• [Task directions] Whenever "they" occurs in a line of the material, list that line.

Data supplied Block Start

// Package recurrence tells when a motion comes back to where it was. What comes
// in: states of a motion at even steps of time, as vectors (measured together or
// embedded by delays). What goes out: the measures of recurrence quantification
// with standard uncertainties, the recurrence plot as a picture of bounded size,
// and their course in sliding windows. Times are in s (samples × step), rates in
// 1/s, distances in the vectors' own unit; shares and entropies are plain
// numbers, entropies in nats.
//
// Measures are those of N. Marwan, M. C. Romano, M. Thiel and J. Kurths,
// "Recurrence plots for the analysis of complex systems", Physics Reports 438
// (2007) 237. Of an N×N plot no more than a few rows are held at a time, as
// bits; all distances are compared, none is sampled.
package recurrence

import (
	"errors"
	"fmt"
	"math"
	"runtime"
)

// Norm is how far two states are from each other.
type Norm int

// The norms.
const (
	Maximum   Norm = iota // greatest difference of a component
	Euclidean             // root of the sum of squares
	Manhattan             // sum of the differences
)

// Options says what counts as a recurrence. One of Threshold and Rate is needed.
type Options struct {
	Norm Norm
	// Threshold is the greatest distance of two states that are the same.
	Threshold float64
	// Rate is the share of all pairs that shall be recurrences; the threshold is
	// then found from half a million pairs (all, of 1,000 states or fewer), which
	// meets a rate of 5 % to 0.6 % of it.
	Rate float64
	// Theiler leaves out pairs nearer in time than this many samples (J. Theiler,
	// Physical Review A 34 (1986) 2427). 0: 1, only a state with itself. Not used
	// for cross recurrence.
	Theiler int
	// LMin and VMin are the least lengths, in samples, of a diagonal and a
	// vertical line. 0: 2.
	LMin, VMin int
	// Map is the greatest number of cells along a side of the picture; 0: none.
	Map int
	// Workers is the number of goroutines. 0: as many as there are processors.
	Workers int
}

// Plot is a recurrence plot's quantification.
type Plot struct {
	Kind      string // "auto", "cross" or "joint"
	N, M      int    // rows and columns: states of the first and of the second series
	Step      float64
	Threshold []float64 // of each series
	Points    int64     // recurrences in the whole plot, the excluded band not counted
	Measures  Measures
	// Lag is the recurrence rate at each lag (samples): the chance to be back after
	// that time. Nil for cross recurrence.
	Lag []float64
	Map *Map // nil unless asked for
	opt Options
}

// Value is a number with its standard uncertainty.
type Value struct{ V, U float64 }

// Measures are the numbers of a recurrence plot. A mean of lines that do not
// exist is NaN.
type Measures struct {
	RR       Value // recurrence rate: share of pairs
	DET      Value // determinism: share of recurrences on diagonal lines of LMin or more
	L        Value // s, mean length of those lines: how long two passages stay alike
	LMax     Value // s, the longest of them
	DIV      Value // 1/s, divergence: 1/LMax
	ENTR     Value // nats, entropy of their lengths
	LAM      Value // laminarity: share of recurrences on vertical lines of VMin or more
	TT       Value // s, trapping time: mean length of those lines
	VMax     Value // s, the longest of them
	T1       Value // s, recurrence time of the first type: from one recurrence to the next
	T2       Value // s, of the second type: from entering a neighbourhood to entering it again
	Diagonal int64 // number of diagonal lines of LMin or more
	Vertical int64 // number of vertical lines of VMin or more
}

// Auto is the recurrence plot of one series.
func Auto(v Vectors, opt Options) (*Plot, error) {
	return joint("auto", []Vectors{v}, opt)
}

// Joint is where all series recur at once; they must have the same number of
// states and the same step. A Rate holds for each series by itself.
func Joint(opt Options, series ...Vectors) (*Plot, error) {
	if len(series) < 2 {
		return nil, errors.New("recurrence: joint recurrence needs two series or more")
	}
	return joint("joint", series, opt)
}

func joint(kind string, series []Vectors, opt Options) (*Plot, error) {
	if err := opt.fill(); err != nil {
		return nil, err
	}
	n := series[0].N
	e := &engine{n: n, m: n, opt: opt, band: opt.Theiler}
	p := &Plot{Kind: kind, N: n, M: n, Step: series[0].Step, opt: opt}
	for i, v := range series {
		if err := v.check(); err != nil {
			return nil, fmt.Errorf("%w (series %d)", err, i+1)
		}
		if v.N != n || math.Abs(v.Step-p.Step) > 1e-9*p.Step {
			return nil, fmt.Errorf("recurrence: series %d has %d states each %g s, the first has %d each %g s; joint recurrence needs the same times", i+1, v.N, v.Step, n, p.Step)
		}
		eps, err := threshold(v, v, opt, e.band)
		if err != nil {
			return nil, err
		}
		p.Threshold = append(p.Threshold, eps)
		e.planes = append(e.planes, newPlane(v, v, eps, opt.Norm))
	}
	if n <= opt.Theiler {
		return nil, fmt.Errorf("recurrence: %d states are fewer than the excluded band of %d samples", n, opt.Theiler)
	}
	e.run(p)
	return p, nil
}

// Cross is where the states of b (columns) come near those of a (rows). Both
// must have the same dimension and step. A vertical line is one state of b that
// a stays near to. No band is left out.
func Cross(a, b Vectors, opt Options) (*Plot, error) {
	if err := opt.fill(); err != nil {
		return nil, err
	}
	for i, v := range []Vectors{a, b} {
		if err := v.check(); err != nil {
			return nil, fmt.Errorf("%w (series %d)", err, i+1)
		}
	}
	if a.Dim != b.Dim || math.Abs(a.Step-b.Step) > 1e-9*a.Step {
		return nil, fmt.Errorf("recurrence: states of dimension %d each %g s and of dimension %d each %g s cannot be compared", a.Dim, a.Step, b.Dim, b.Step)
	}
	eps, err := threshold(a, b, opt, -1)
	if err != nil {
		return nil, err
	}
	p := &Plot{Kind: "cross", N: a.N, M: b.N, Step: a.Step, Threshold: []float64{eps}, opt: opt}
	e := &engine{n: a.N, m: b.N, opt: opt, band: -1, planes: []*plane{newPlane(a, b, eps, opt.Norm)}}
	e.run(p)
	return p, nil
}

// fill checks the options and sets the defaults.
func (o *Options) fill() error {
	switch {
	case o.Norm < Maximum || o.Norm > Manhattan:
		return fmt.Errorf("recurrence: there is no norm %d", o.Norm)
	case (o.Threshold > 0) == (o.Rate > 0):
		return fmt.Errorf("recurrence: give either a threshold or a rate (they are %g and %g)", o.Threshold, o.Rate)
	case o.Rate >= 1 || math.IsNaN(o.Rate) || math.IsInf(o.Threshold, 0):
		return fmt.Errorf("recurrence: the rate must be below 1 and the threshold finite (they are %g and %g)", o.Rate, o.Threshold)
	case o.Theiler < 0 || o.LMin < 0 || o.VMin < 0 || o.Map < 0:
		return errors.New("recurrence: the excluded band, least lengths and the picture's size must not be negative")
	}
	if o.Theiler == 0 {
		o.Theiler = 1
	}
	if o.LMin == 0 {
		o.LMin = 2
	}
	if o.VMin == 0 {
		o.VMin = 2
	}
	if o.Workers <= 0 {
		o.Workers = runtime.GOMAXPROCS(0)
	}
	return nil
}
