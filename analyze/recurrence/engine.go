package recurrence

import (
	"math/bits"
	"sync"
	"sync/atomic"
)

// strip is how many rows are computed before they are scanned together.
const strip = 64

// engine makes the rows of a plot, as bits, and hands them to the tallies. Of a
// plot of one or more series against themselves only columns j ≥ i + band are
// made; band is negative for cross recurrence, which has all of them.
type engine struct {
	n, m   int // rows, columns
	band   int
	opt    Options
	planes []*plane
	words  int // per row; one bit more than columns, so that every line ends
	segRow []uint8
	segCol []uint8
	segs   int
}

// first is the first column of row i that is made.
func (e *engine) first(i int) int {
	if e.band < 0 {
		return 0
	}
	return i + e.band
}

// row fills one row of bits.
func (e *engine) row(i int, row, lohi []uint64) {
	first := e.first(i)
	w0 := min(first/64, e.words)
	clear(row[:w0])
	for w := w0; w < e.words; w++ {
		row[w] = ^uint64(0)
	}
	if first >= e.m {
		clear(row)
		return
	}
	row[w0] <<= first % 64
	row[e.words-1] = 0 // holds no column, or the last ones: the planes' ranks end there
	if e.m%64 != 0 {
		row[e.words-1] = 1<<(e.m%64) - 1
	}
	if w0 == e.words-1 {
		row[w0] &= ^uint64(0) << (first % 64)
	}
	for _, p := range e.planes {
		p.and(i, first, row, lohi)
	}
}

// run makes all rows and fills p. The rows of a strip are made, and the runs
// along them tallied, in parallel; runs down the columns and the diagonals are
// followed from strip to strip in order.
func (e *engine) run(p *Plot) {
	e.words = e.m/64 + 1
	e.segment()
	f := newFollower(e)
	strips := (e.n + strip - 1) / strip
	turn := make([]chan struct{}, strips+1)
	for i := range turn {
		turn[i] = make(chan struct{})
	}
	close(turn[0])
	var next atomic.Int64
	var wg sync.WaitGroup
	workers := make([]*rowTally, max(1, min(e.opt.Workers, strips)))
	for k := range workers {
		workers[k] = newRowTally(e)
		wg.Go(func() {
			t := workers[k]
			buf := make([]uint64, strip*e.words)
			lohi := make([]uint64, 2*e.maxDim())
			for {
				s := int(next.Add(1)) - 1
				if s >= strips {
					return
				}
				from, to := s*strip, min(e.n, (s+1)*strip)
				for i := from; i < to; i++ {
					row := buf[(i-from)*e.words : (i-from+1)*e.words]
					e.row(i, row, lohi)
					t.take(i, row)
				}
				<-turn[s]
				for i := from; i < to; i++ {
					f.take(i, buf[(i-from)*e.words:(i-from+1)*e.words])
				}
				close(turn[s+1])
			}
		})
	}
	wg.Wait()
	f.take(e.n, make([]uint64, e.words)) // an empty row ends every line
	for _, t := range workers {
		f.tally.merge(&t.tally)
	}
	e.finish(p, f, workers)
}

func (e *engine) maxDim() int {
	d := 1
	for _, p := range e.planes {
		d = max(d, p.dim)
	}
	return d
}

// segment divides rows and columns into stretches of time for the jackknife.
func (e *engine) segment() {
	e.segs = max(1, min(24, min(e.n, e.m)/8))
	split := func(n int) []uint8 {
		s := make([]uint8, n)
		for i := range s {
			s[i] = uint8(i * e.segs / n)
		}
		return s
	}
	e.segRow, e.segCol = split(e.n), split(e.m)
}

// lengths counts lines by their length, in all and by the stretch in which the
// middle of their rows or of their columns lies.
type lengths struct {
	all []int64
	seg [][]int32
}

func newLengths(segs int) lengths { return lengths{seg: make([][]int32, segs)} }

func (l *lengths) add(length int, a, b uint8) {
	if length >= len(l.all) {
		l.grow(length)
	}
	l.all[length]++
	l.seg[a][length]++
	if a != b {
		l.seg[b][length]++
	}
}

func (l *lengths) grow(length int) {
	n := max(64, 1<<bits.Len(uint(length)))
	l.all = append(l.all, make([]int64, n-len(l.all))...)
	for i, s := range l.seg {
		l.seg[i] = append(s, make([]int32, n-len(s))...)
	}
}

func (l *lengths) merge(o *lengths) {
	if len(o.all) > len(l.all) {
		l.grow(len(o.all) - 1)
	}
	for i, c := range o.all {
		l.all[i] += c
	}
	for k, s := range o.seg {
		for i, c := range s {
			l.seg[k][i] += c
		}
	}
}

// without is the counts less those of stretch s; s < 0 takes none away.
func (l *lengths) without(s int, buf []int64) []int64 {
	buf = append(buf[:0], l.all...)
	if s >= 0 {
		for i, c := range l.seg[s] {
			buf[i] -= int64(c)
		}
	}
	return buf
}

// tally is what is counted of vertical lines: their lengths and the times between
// them. gap counts, for each two lines that follow one another in a column, the
// distance from the last point of one to the first of the next; back counts the
// distance from first point to first point.
type tally struct {
	vert, gap, back lengths
	points          []int64 // by stretch of rows and of columns
}

func newTally(segs int) tally {
	return tally{newLengths(segs), newLengths(segs), newLengths(segs), make([]int64, segs*segs)}
}

func (t *tally) merge(o *tally) {
	t.vert.merge(&o.vert)
	t.gap.merge(&o.gap)
	t.back.merge(&o.back)
	for i, c := range o.points {
		t.points[i] += c
	}
}

// rowTally counts along rows: points, and, where a row of the upper triangle is
// also a column of the lower one, its vertical lines.
type rowTally struct {
	tally
	e    *engine
	grid *grid
}

func newRowTally(e *engine) *rowTally {
	return &rowTally{tally: newTally(e.segs), e: e, grid: newGrid(e)}
}

func (t *rowTally) take(i int, row []uint64) {
	e := t.e
	w0 := e.first(i) / 64
	if w0 >= len(row) {
		return
	}
	t.count(i, w0, row)
	if t.grid != nil {
		t.grid.take(i, w0, row)
	}
	if e.band < 0 {
		return
	}
	sa := e.segRow[i]
	carry := uint64(0)
	begin, lastBegin, lastEnd := -1, -1, -1
	for w := w0; w < len(row); w++ {
		x := row[w]
		turns := x ^ (x<<1 | carry)
		carry = x >> 63
		for ; turns != 0; turns &= turns - 1 {
			j := 64*w + bits.TrailingZeros64(turns)
			if begin < 0 {
				begin = j
				if lastEnd >= 0 {
					sb := e.segCol[(lastEnd+j)/2]
					t.gap.add(j-lastEnd+1, sa, sb)
					t.back.add(j-lastBegin, sa, sb)
				}
				continue
			}
			t.vert.add(j-begin, sa, e.segCol[(begin+j)/2])
			lastBegin, lastEnd, begin = begin, j, -1
		}
	}
}

// count adds the row's points by stretch of columns.
func (t *rowTally) count(i, w0 int, row []uint64) {
	e := t.e
	at := t.points[int(e.segRow[i])*e.segs:]
	for w := w0; w < len(row); w++ {
		x := row[w]
		if x == 0 {
			continue
		}
		a, b := e.segCol[min(64*w, e.m-1)], e.segCol[min(64*w+63, e.m-1)]
		if a == b {
			at[a] += int64(bits.OnesCount64(x))
			continue
		}
		for ; x != 0; x &= x - 1 {
			at[e.segCol[64*w+bits.TrailingZeros64(x)]]++
		}
	}
}

// follower follows lines down the columns and along the diagonals from row to
// row.
type follower struct {
	tally
	e                *engine
	diag             lengths
	lag              []int64 // points by diagonal
	prev             []uint64
	diagStart        []int32 // row in which the line on a diagonal began
	colStart, colEnd []int32 // row of the latest line's first point, and after its last
	offset           int     // diagonal j − i is at j − i + offset
}

func newFollower(e *engine) *follower {
	f := &follower{tally: newTally(e.segs), e: e, diag: newLengths(e.segs), prev: make([]uint64, e.words)}
	n := e.m + 1
	if e.band < 0 {
		f.offset = e.n
		n = e.n + e.m + 1
	}
	f.lag, f.diagStart = make([]int64, n), make([]int32, n)
	f.colStart, f.colEnd = make([]int32, e.m), make([]int32, e.m)
	for j := range f.colStart {
		f.colStart[j] = -1
	}
	return f
}

func (f *follower) take(i int, row []uint64) {
	e := f.e
	carry := uint64(0)
	for w := min(e.first(max(i-1, 0))/64, e.words); w < e.words; w++ {
		cur, prev := row[w], f.prev[w]
		shifted := prev<<1 | carry
		carry = prev >> 63
		for x := prev &^ cur; x != 0; x &= x - 1 {
			j := 64*w + bits.TrailingZeros64(x)
			start := int(f.colStart[j])
			f.vert.add(i-start, e.segRow[(start+i)/2], e.segCol[j])
			f.colEnd[j] = int32(i)
		}
		for x := cur &^ prev; x != 0; x &= x - 1 {
			j := 64*w + bits.TrailingZeros64(x)
			if start := int(f.colStart[j]); start >= 0 {
				end := int(f.colEnd[j])
				s := e.segRow[(end+i)/2]
				f.gap.add(i-end+1, s, e.segCol[j])
				f.back.add(i-start, s, e.segCol[j])
			}
			f.colStart[j] = int32(i)
		}
		for x := shifted &^ cur; x != 0; x &= x - 1 {
			j := 64*w + bits.TrailingZeros64(x)
			d := j - i + f.offset
			start := int(f.diagStart[d])
			half := (i - start + 1) / 2
			f.diag.add(i-start, e.segRow[i-half], e.segCol[j-half])
			f.lag[d] += int64(i - start)
		}
		for x := cur &^ shifted; x != 0; x &= x - 1 {
			f.diagStart[64*w+bits.TrailingZeros64(x)-i+f.offset] = int32(i)
		}
	}
	copy(f.prev, row)
}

Data supplied Block End

• [Your solution]
// Joint is where all series recur at once; they must have the same number of
		return fmt.Errorf("recurrence: give either a threshold or a rate (they are %g and %g)", o.Threshold, o.Rate)
		return fmt.Errorf("recurrence: the rate must be below 1 and the threshold finite (they are %g and %g)", o.Rate, o.Threshold)
// strip is how many rows are computed before they are scanned together.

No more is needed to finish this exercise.